*** Block opens ***

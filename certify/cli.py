"""The command line: ``certify torsion``, ``isogeny-class``, ``verify``, ``table``, ``bundle``, ``batch``,
``audit``, ``demo``.

Input errors (malformed, singular or over-large curves, certificates the verifier does not accept
where a command builds on them), outputs that cannot be written and unusable cluster addresses exit
with status 2 and one line on stderr, never a traceback.
"""
from __future__ import annotations

import argparse
import re
import socket
import sys

from certify import __version__
from certify.curves import Curve, CurveInputError, parse_curve
from certify.certificates import (NotAccepted, accepted_certificates, certify_checked, emit, to_json,
                                  write_atomically)
from certify.verifier.digest import digest
from certify.verifier.report import describe_claim


def fail(message: str) -> int:
    """Print one line on stderr; the exit status of bad input."""
    print(f"certify: {message}", file=sys.stderr)
    return 2


def certify_command(kind: str, text: str, output: str | None) -> int:
    """Certify one curve; the certificate goes to ``output`` (atomically) or to stdout, and the answer in
    words and the digest to stderr, so that stdout holds the JSON alone."""
    try:
        a = parse_curve(text)
        cert = certify_checked(kind, a)
    except CurveInputError as error:
        return fail(str(error))
    emit(to_json(cert), output)
    written = f" — written to {output}" if output is not None else ""
    print(f"{Curve(a).equation()}: {describe_claim(cert)}{written}", file=sys.stderr)
    print(f"digest {digest(cert)}", file=sys.stderr)
    return 0


def table_command(sources: list, form: str, document: bool, output: str | None) -> int:
    """Tabulate accepted certificates; the caption names the digest of each bundle among the sources."""
    from certify.tables import TableError, bundle_digests, render

    try:
        text = render(accepted_certificates(sources), form, document, bundle_digests(sources))
    except (NotAccepted, TableError) as error:
        return fail(str(error))
    emit(text, output)
    return 0


def bundle_command(sources: list, output: str) -> int:
    """Bundle accepted certificates into one file; prints the bundle's digest and member count."""
    from certify.bundle import build_bundle, bundle_file

    try:
        certificates = accepted_certificates(sources)
    except NotAccepted as error:
        return fail(str(error))
    bundle = build_bundle(certificates)
    write_atomically(output, bundle_file(bundle, output))
    print(f"{len(certificates)} certificates bundled into {output}\ndigest {digest(bundle)}", file=sys.stderr)
    return 0


CLUSTER_ADDRESS = re.compile(r"(?:(?:tcp|tls)://)?(\[[0-9A-Fa-f:.]+\]|[A-Za-z0-9_.-]+):(\d{1,5})")
"""A Dask scheduler's address: [tcp:// or tls://]HOST:PORT (an IPv6 host in brackets)."""


def cluster_problem(address: str) -> str | None:
    """Why ``--cluster ADDRESS`` cannot be used — not an address, distributed not installed, nothing
    listening there within 5 s — or None."""
    match = CLUSTER_ADDRESS.fullmatch(address)
    if not match or not 0 < int(match.group(2)) < 65536:
        return f"--cluster {address!r} is not a scheduler address such as tcp://HOST:PORT"
    try:
        import distributed  # noqa: F401  (only whether it is installed)
    except ImportError:
        return "--cluster needs the distributed package: pip install 'certify[cluster]'"
    try:
        socket.create_connection((match.group(1).strip("[]"), int(match.group(2))), timeout=5).close()
    except OSError as error:
        return f"cannot reach a Dask scheduler at {address}: {error.strerror or error}"
    return None


def batch_command(args) -> int:
    """Certify a whole table into a directory or SQLite store."""
    from certify.batch import BatchInputError, run_batch
    from certify.certificates import certifiers
    from certify.store import StoreError

    for kind in args.only or ():
        if kind not in certifiers():
            return fail(f"this installation cannot write {kind} certificates")
    try:
        return run_batch(args.file, args.output, args.workers, args.only, args.cluster, args.timeout)
    except (BatchInputError, StoreError) as error:
        return fail(str(error))


def audit_command(args) -> int:
    """Certify the truth behind each claim of another program and report agreement field by field."""
    from certify.audit import AuditInputError, run_audit
    from certify.store import StoreError

    form = args.form or ("jsonl" if args.output and args.output.endswith(".jsonl") else "csv")
    try:
        return run_audit(args.claims, args.output, form, args.certificates, args.workers, args.cluster, args.timeout,
                         args.store)
    except (AuditInputError, StoreError) as error:
        return fail(str(error))


def add_run_options(command) -> None:
    """--workers, --cluster and --timeout, shared by batch and audit."""
    command.add_argument("--workers", type=int, metavar="N", help="local processes (default: all cores)")
    command.add_argument("--cluster", metavar="ADDRESS", help="run on the Dask scheduler at ADDRESS (tcp://host:port)")
    command.add_argument("--timeout", type=float, metavar="S", help="give up on a certificate after S seconds")


def parser() -> argparse.ArgumentParser:
    """The argument parser of every subcommand but ``verify`` (which the verifier's own parser reads)."""
    top = argparse.ArgumentParser(prog="certify", description=(
        "Certified torsion subgroups and isogeny classes of elliptic curves over Q. CURVE is "
        "[a1,a2,a3,a4,a6], [A,B] for y^2 = x^3 + Ax + B, or an equation such as 'y^2 + xy = x^3 - x^2 + 3'."))
    top.add_argument("--version", action="version", version=f"certify {__version__}")
    commands = top.add_subparsers(dest="command", required=True)
    for name, about in (("torsion", "certify the rational torsion subgroup"),
                        ("isogeny-class", "certify the rational isogeny class"),
                        ("conductor", "certify the conductor, reduction types and Tamagawa numbers"),
                        ("rank", "certify bounds on the rank of E(Q): independent points, and a 2-isogeny descent")):
        command = commands.add_parser(name, help=about)
        command.add_argument("curve", metavar="CURVE")
        command.add_argument("-o", "--output", metavar="FILE", help="write the certificate here (default: stdout)")
    commands.add_parser("verify", add_help=False, help=(
        "recheck certificates, bundles, directories or stores with the standalone verifier "
        "(certify verify --help for its options)"))
    table = commands.add_parser("table", help="a LaTeX, Markdown or CSV table of accepted certificates")
    table.add_argument("sources", nargs="+", metavar="CERT")
    table.add_argument("--format", choices=("latex", "markdown", "csv"), default="markdown", dest="form")
    table.add_argument("--document", action="store_true", help="with --format latex: a whole article, ready for pdflatex")
    table.add_argument("-o", "--output", metavar="FILE", help="write the table here (default: stdout)")
    bundle = commands.add_parser("bundle", help="pack accepted certificates and a manifest into one file")
    bundle.add_argument("sources", nargs="+", metavar="CERT")
    bundle.add_argument("-o", "--output", metavar="FILE", required=True)
    batch = commands.add_parser("batch", help="certify every curve of a file into a directory or .sqlite store")
    batch.add_argument("file", metavar="FILE", help="one CURVE per line, optionally followed by a label")
    batch.add_argument("-o", "--output", metavar="OUT", required=True, help="a directory, or a file ending in .sqlite")
    batch.add_argument("--only", action="append", choices=("torsion", "isogeny-class", "conductor", "rank"),
                       help="write only this kind of certificate (repeat for several kinds)")
    add_run_options(batch)
    audit = commands.add_parser("audit", help="check another program's torsion, isogeny, conductor and rank claims (CSV or JSONL)")
    audit.add_argument("claims", metavar="CLAIMS", help="columns: curve, and any of label, torsion_group, "
                       "curves_in_class, cyclic_degrees_from_curve, class_members, conductor, rank (see the README)")
    audit.add_argument("-o", "--output", metavar="FILE", help="write the report here (default: stdout)")
    audit.add_argument("--format", choices=("csv", "jsonl"), dest="form", help="default: csv, or jsonl for -o *.jsonl")
    audit.add_argument("--certificates", metavar="DIR", default="audit-certificates",
                       help="where the certificates proving each disagreement go (default: audit-certificates)")
    audit.add_argument("--store", metavar="OUT", help="reuse the certificates of this batch store or directory "
                       "(each is verified again before use)")
    add_run_options(audit)
    demo = commands.add_parser("demo", help="certify and verify the curves of the demo appendix")
    demo.add_argument("--out", metavar="DIR", default=None, help="keep the certificates, bundle and tables in DIR")
    return top


def main(argv=None) -> int:
    argv = sys.argv[1:] if argv is None else list(argv)
    if argv[:1] == ["verify"]:
        from certify.verifier.cli import main as verify_main

        return verify_main(argv[1:])
    args = parser().parse_args(argv)
    if getattr(args, "workers", None) is not None and args.workers < 1 or getattr(args, "timeout", None) is not None \
            and args.timeout <= 0:
        return fail("--workers and --timeout must be positive")
    if getattr(args, "cluster", None) is not None and (problem := cluster_problem(args.cluster)):
        return fail(problem)
    try:
        return run_command(args)
    except OSError as error:  # an output that cannot be written: OutputError names it; others by their file
        return fail(str(error) if error.filename is None else f"cannot write {error.filename}: {error.strerror}")


def run_command(args) -> int:
    """Run the parsed subcommand; its exit status."""
    if args.command in ("torsion", "isogeny-class", "conductor", "rank"):
        return certify_command(args.command, args.curve, args.output)
    if args.command == "table":
        return table_command(args.sources, args.form, args.document, args.output)
    if args.command == "bundle":
        return bundle_command(args.sources, args.output)
    if args.command == "batch":
        return batch_command(args)
    if args.command == "audit":
        return audit_command(args)
    from certify.demo import run_demo

    return run_demo(args.out)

*** Block closes ***

Identify every line above that includes the word "OSError", and show those lines.

    except OSError as error:
    except OSError as error:  # an output that cannot be written: OutputError names it; others by their file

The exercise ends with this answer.